What to do: Count every line in the records below that contains the string "correctLinks". Report that number alone.
BEGIN Provided records
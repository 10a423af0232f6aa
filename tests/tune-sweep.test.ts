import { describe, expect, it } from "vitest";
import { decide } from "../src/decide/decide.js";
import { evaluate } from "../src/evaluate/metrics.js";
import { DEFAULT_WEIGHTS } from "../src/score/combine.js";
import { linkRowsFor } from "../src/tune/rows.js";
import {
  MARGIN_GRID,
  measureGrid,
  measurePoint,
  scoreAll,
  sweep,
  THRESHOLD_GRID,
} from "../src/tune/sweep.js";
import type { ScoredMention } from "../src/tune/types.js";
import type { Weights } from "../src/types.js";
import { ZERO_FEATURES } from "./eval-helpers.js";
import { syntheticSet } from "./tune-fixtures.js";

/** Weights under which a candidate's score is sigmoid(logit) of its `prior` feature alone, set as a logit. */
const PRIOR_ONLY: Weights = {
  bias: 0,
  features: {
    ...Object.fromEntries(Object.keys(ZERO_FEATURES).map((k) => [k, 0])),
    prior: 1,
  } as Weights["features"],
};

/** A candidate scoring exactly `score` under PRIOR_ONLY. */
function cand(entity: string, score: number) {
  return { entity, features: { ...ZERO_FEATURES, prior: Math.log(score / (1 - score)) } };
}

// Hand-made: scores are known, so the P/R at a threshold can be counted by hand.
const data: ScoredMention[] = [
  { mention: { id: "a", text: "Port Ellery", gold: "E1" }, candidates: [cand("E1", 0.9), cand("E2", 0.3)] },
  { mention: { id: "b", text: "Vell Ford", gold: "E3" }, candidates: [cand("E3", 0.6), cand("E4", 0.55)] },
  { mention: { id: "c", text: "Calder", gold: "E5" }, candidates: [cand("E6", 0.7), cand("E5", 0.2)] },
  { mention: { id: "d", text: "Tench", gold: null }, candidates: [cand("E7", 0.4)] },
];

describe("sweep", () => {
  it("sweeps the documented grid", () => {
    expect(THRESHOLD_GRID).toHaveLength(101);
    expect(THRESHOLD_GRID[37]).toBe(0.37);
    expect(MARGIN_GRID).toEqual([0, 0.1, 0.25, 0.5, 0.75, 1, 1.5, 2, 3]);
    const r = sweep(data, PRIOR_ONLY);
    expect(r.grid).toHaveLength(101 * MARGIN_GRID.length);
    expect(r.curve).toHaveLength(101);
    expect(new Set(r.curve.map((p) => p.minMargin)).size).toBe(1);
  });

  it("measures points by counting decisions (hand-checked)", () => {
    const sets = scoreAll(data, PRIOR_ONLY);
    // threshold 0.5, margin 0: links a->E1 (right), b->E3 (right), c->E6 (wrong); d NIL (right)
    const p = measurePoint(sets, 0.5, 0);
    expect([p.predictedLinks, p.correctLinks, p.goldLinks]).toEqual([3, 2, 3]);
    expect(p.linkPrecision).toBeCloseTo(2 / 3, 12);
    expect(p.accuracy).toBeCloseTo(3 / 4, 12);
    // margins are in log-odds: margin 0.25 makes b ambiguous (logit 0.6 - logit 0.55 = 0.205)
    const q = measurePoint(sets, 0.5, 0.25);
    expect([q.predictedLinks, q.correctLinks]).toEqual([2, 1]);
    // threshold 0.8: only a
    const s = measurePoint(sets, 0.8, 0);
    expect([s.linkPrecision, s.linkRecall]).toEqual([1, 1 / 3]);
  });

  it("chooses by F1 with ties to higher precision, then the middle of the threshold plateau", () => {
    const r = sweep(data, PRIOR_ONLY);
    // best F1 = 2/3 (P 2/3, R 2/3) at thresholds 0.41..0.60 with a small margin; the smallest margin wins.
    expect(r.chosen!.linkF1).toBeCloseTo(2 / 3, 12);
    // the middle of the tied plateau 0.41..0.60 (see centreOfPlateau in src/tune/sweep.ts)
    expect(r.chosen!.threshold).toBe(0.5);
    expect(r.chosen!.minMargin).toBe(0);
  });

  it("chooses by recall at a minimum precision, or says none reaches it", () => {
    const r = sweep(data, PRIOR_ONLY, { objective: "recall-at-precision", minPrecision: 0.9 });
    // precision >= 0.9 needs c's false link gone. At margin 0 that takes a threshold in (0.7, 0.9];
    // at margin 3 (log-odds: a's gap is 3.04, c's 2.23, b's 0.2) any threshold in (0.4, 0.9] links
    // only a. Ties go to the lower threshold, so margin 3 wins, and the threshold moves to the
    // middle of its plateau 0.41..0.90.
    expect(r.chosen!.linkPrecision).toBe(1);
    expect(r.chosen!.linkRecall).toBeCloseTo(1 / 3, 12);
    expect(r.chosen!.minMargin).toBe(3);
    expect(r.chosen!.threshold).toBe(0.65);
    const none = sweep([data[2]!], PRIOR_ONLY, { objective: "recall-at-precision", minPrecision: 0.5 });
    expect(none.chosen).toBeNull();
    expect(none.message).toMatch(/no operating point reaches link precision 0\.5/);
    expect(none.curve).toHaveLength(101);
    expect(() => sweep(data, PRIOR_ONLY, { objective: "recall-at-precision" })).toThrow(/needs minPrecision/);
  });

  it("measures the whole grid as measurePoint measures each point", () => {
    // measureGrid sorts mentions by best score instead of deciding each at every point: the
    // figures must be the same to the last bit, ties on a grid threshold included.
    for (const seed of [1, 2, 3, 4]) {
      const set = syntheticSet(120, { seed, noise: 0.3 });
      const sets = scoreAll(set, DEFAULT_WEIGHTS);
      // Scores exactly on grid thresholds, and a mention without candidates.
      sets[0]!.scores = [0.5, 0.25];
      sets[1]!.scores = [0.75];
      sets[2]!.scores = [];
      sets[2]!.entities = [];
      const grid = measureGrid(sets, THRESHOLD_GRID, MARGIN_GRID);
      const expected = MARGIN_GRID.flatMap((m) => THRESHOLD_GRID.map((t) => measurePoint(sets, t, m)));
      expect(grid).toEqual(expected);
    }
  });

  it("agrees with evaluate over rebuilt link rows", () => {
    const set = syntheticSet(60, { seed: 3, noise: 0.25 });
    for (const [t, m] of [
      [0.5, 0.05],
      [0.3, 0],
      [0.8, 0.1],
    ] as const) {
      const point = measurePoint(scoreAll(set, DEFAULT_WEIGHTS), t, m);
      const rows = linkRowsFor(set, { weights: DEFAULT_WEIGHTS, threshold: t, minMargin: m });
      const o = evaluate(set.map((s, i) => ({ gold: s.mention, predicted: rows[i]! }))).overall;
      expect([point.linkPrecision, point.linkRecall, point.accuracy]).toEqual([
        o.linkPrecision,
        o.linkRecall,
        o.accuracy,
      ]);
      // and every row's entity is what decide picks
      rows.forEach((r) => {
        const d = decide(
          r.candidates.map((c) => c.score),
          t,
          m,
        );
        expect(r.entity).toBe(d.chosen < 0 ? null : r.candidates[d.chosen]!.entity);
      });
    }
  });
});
END Provided records
Exercise output: 2